The Leicestershire and Derbyshire (Prince Albert's Own) Yeomanry was formed in 1957 as a regiment of the British Army. It evolved to become part of the Royal Yeomanry. Its lineage is maintained by the E (Leicestershire and Derbyshire Yeomanry) Squadron of that regiment.

==History==
The regiment was formed by the amalgamation of the Leicestershire Yeomanry and the Derbyshire Yeomanry in 1957. The regiment was re-roled as infantry in 1967, with four squadrons. In 1969 it was reduced to a cadre. The cadre paraded its Guidon at Catterick Garrison later that year and was expanded to squadron strength as the Leicestershire and Derbyshire (Prince Albert's Own) Yeomanry Squadron, 7th Battalion, the Royal Anglian Regiment in 1971.
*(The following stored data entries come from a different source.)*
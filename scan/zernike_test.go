package scan

import (
	"math"
	"math/rand/v2"
	"strings"
	"testing"
)

func TestZernikeIndex(t *testing.T) {
	// OSA/ANSI j = (n(n+2)+m)/2 (ISO 24157; Thibos et al. 2002). The pair
	// (3, −3) is OSA 6 (PHYSICS-REFERENCES.md 12.4 [S]).
	cases := []struct{ n, m, j int }{
		{0, 0, 0}, {1, -1, 1}, {1, 1, 2}, {2, -2, 3}, {2, 0, 4}, {2, 2, 5},
		{3, -3, 6}, {3, -1, 7}, {3, 1, 8}, {3, 3, 9}, {4, 0, 12}, {6, 0, 24}, {6, 6, 27},
	}
	for _, c := range cases {
		if j := ZernikeIndex(c.n, c.m); j != c.j {
			t.Errorf("ZernikeIndex(%d, %d) = %d, want %d", c.n, c.m, j, c.j)
		}
		if n, m := ZernikeNM(c.j); n != c.n || m != c.m {
			t.Errorf("ZernikeNM(%d) = (%d, %d), want (%d, %d)", c.j, n, m, c.n, c.m)
		}
	}
	for j := range 500 {
		n, m := ZernikeNM(j)
		if ZernikeIndex(n, m) != j {
			t.Fatalf("round trip of %d gives (%d, %d)", j, n, m)
		}
	}
}

func TestZernikeValues(t *testing.T) {
	s3, s5, s6 := math.Sqrt(3), math.Sqrt(5), math.Sqrt(6)
	cases := []struct {
		n, m       int
		rho, theta float64
		want       float64
	}{
		// PHYSICS-REFERENCES.md 12.4 [N]: Noll Z4 = OSA j=4 = √3(2ρ²−1).
		{2, 0, 1, 0.3, s3},
		{2, 0, 0, 0, -s3},
		// Noll Z11 = OSA j=12 = √5(6ρ⁴−6ρ²+1): √5 at ρ = 0 and 1.
		{4, 0, 0, 0, s5},
		{4, 0, 1, 2, s5},
		{4, 0, 0.5, 1, s5 * (6.0/16 - 6.0/4 + 1)},
		// √6 ρ² cos 2θ and √6 ρ² sin 2θ.
		{2, 2, 1, 0, s6},
		{2, -2, 0.5, math.Pi / 4, s6 * 0.25},
		// Tilt: 2ρ sin θ, 2ρ cos θ.
		{1, -1, 0.5, math.Pi / 2, 1},
		{1, 1, 0.5, math.Pi, -1},
		// Coma: √8 (3ρ³ − 2ρ) cos θ.
		{3, 1, 1, 0, math.Sqrt(8)},
	}
	for _, c := range cases {
		if got := Zernike(c.n, c.m, c.rho, c.theta); math.Abs(got-c.want) > 1e-14 {
			t.Errorf("Z(%d,%d)(%g, %g) = %.16g, want %.16g", c.n, c.m, c.rho, c.theta, got, c.want)
		}
	}
	// The basis evaluator used by the fit agrees with Zernike.
	b := newZernikeBasis(6)
	row := make([]float64, 28)
	b.eval(row, 0.3, -0.4)
	for j := range row {
		n, m := ZernikeNM(j)
		if w := Zernike(n, m, 0.5, math.Atan2(-0.4, 0.3)); math.Abs(row[j]-w) > 1e-13 {
			t.Errorf("basis term %d = %g, Zernike %g", j, row[j], w)
		}
	}
}

func TestZernikeOrthonormal(t *testing.T) {
	// (1/π)∫∫ Z_j Z_k ρ dρ dθ = δ_jk over the unit disc (ISO 24157
	// normalisation). Midpoint rule in ρ (error O(1/N²)), uniform in θ
	// (exact for these trigonometric degrees).
	const nr, nt = 1000, 32
	terms := ZernikeTerms(6)
	g := make([]float64, terms*terms)
	b := newZernikeBasis(6)
	row := make([]float64, terms)
	for i := range nr {
		rho := (float64(i) + 0.5) / nr
		for k := range nt {
			th := 2 * math.Pi * float64(k) / nt
			b.eval(row, rho*math.Cos(th), rho*math.Sin(th))
			w := rho * (1.0 / nr) * (2 * math.Pi / nt) / math.Pi
			for p := range terms {
				for q := range terms {
					g[p*terms+q] += w * row[p] * row[q]
				}
			}
		}
	}
	for p := range terms {
		for q := range terms {
			want := 0.0
			if p == q {
				want = 1
			}
			if math.Abs(g[p*terms+q]-want) > 1e-4 {
				t.Errorf("<Z%d, Z%d> = %.6f, want %g", p, q, g[p*terms+q], want)
			}
		}
	}
}

func TestFitZernikeRecoversCoefficients(t *testing.T) {
	const r = 0.05
	rng := rand.New(rand.NewPCG(4, 4))
	coef := make([]float64, ZernikeTerms(6))
	for j := range coef {
		coef[j] = 1e-5 * rng.NormFloat64()
	}
	s := discSurface(r, 1e-3, func(x, y float64) float64 {
		z := 0.0
		for j, c := range coef {
			n, m := ZernikeNM(j)
			z += c * Zernike(n, m, math.Hypot(x, y)/r, math.Atan2(y, x))
		}
		return z
	})
	terms, err := FitZernike(s, r, 6)
	if err != nil {
		t.Fatal(err)
	}
	for j, term := range terms {
		if term.Index != j || term.Name == "" {
			t.Errorf("term %d: %+v", j, term)
		}
		if math.Abs(term.CoefM-coef[j]) > 1e-15 {
			t.Errorf("term %d (%s): %g, want %g", j, term.Name, term.CoefM, coef[j])
		}
	}
}

func TestFitZernikeSparseAndBad(t *testing.T) {
	// 21 cells: the order drops until the cells are twice the terms.
	s := discSurface(2.5e-3, 1e-3, dish(1e-5, 2.5e-3))
	terms, err := FitZernike(s, 2.5e-3, 6)
	if err != nil {
		t.Fatal(err)
	}
	if len(terms) != 10 {
		t.Errorf("%d terms from 21 cells, want 10 (order 3)", len(terms))
	}
	if _, err := FitZernike(s, -1, 6); err == nil || !strings.Contains(err.Error(), "radius") {
		t.Errorf("negative radius: %v", err)
	}
	if _, err := FitZernike(NewSurface(3, 3, 1e-3, 0, 0), 1, 2); err == nil {
		t.Error("no cells: no error")
	}
}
B (Leicestershire and Derbyshire Yeomanry) Squadron, The Royal Yeomanry in 1993

The squadron was re-designated a company in 1975 and the company was split into two parts in 1978:
- The Leicestershire and Derbyshire (Prince Albert's Own) Yeomanry Company, 7th (Volunteer) Battalion, The Royal Anglian Regiment
- B (Leicestershire and Derbyshire Yeomanry) Company, 3rd (Volunteer) Battalion, The Worcestershire and Sherwood Foresters Regiment

Theses units were re-designated respectively in 1992:
- 3 (Leicestershire and Derbyshire Yeomanry) Company, 5th Battalion, The Royal Anglian Regiment
- B (Leicestershire and Derbyshire Yeomanry) Squadron, The Royal Yeomanry

The Royal Anglian company converted to become 158th (Royal Anglian) Transport Regiment of the Royal Logistic Corps in 1996, and ceased to maintain its yeomanry lineage.

Meanwhile, B (Leicestershire and Derbyshire Yeomanry) Squadron, The Royal Yeomanry was re-designated E (Leicestershire and Derbyshire Yeomanry) Squadron, The Royal Yeomanry in June 2015. It now uses the British Army Jackal mounted with heavy machine gun and Heckler & Koch GMG and operates in a light armoured reconnaissance role.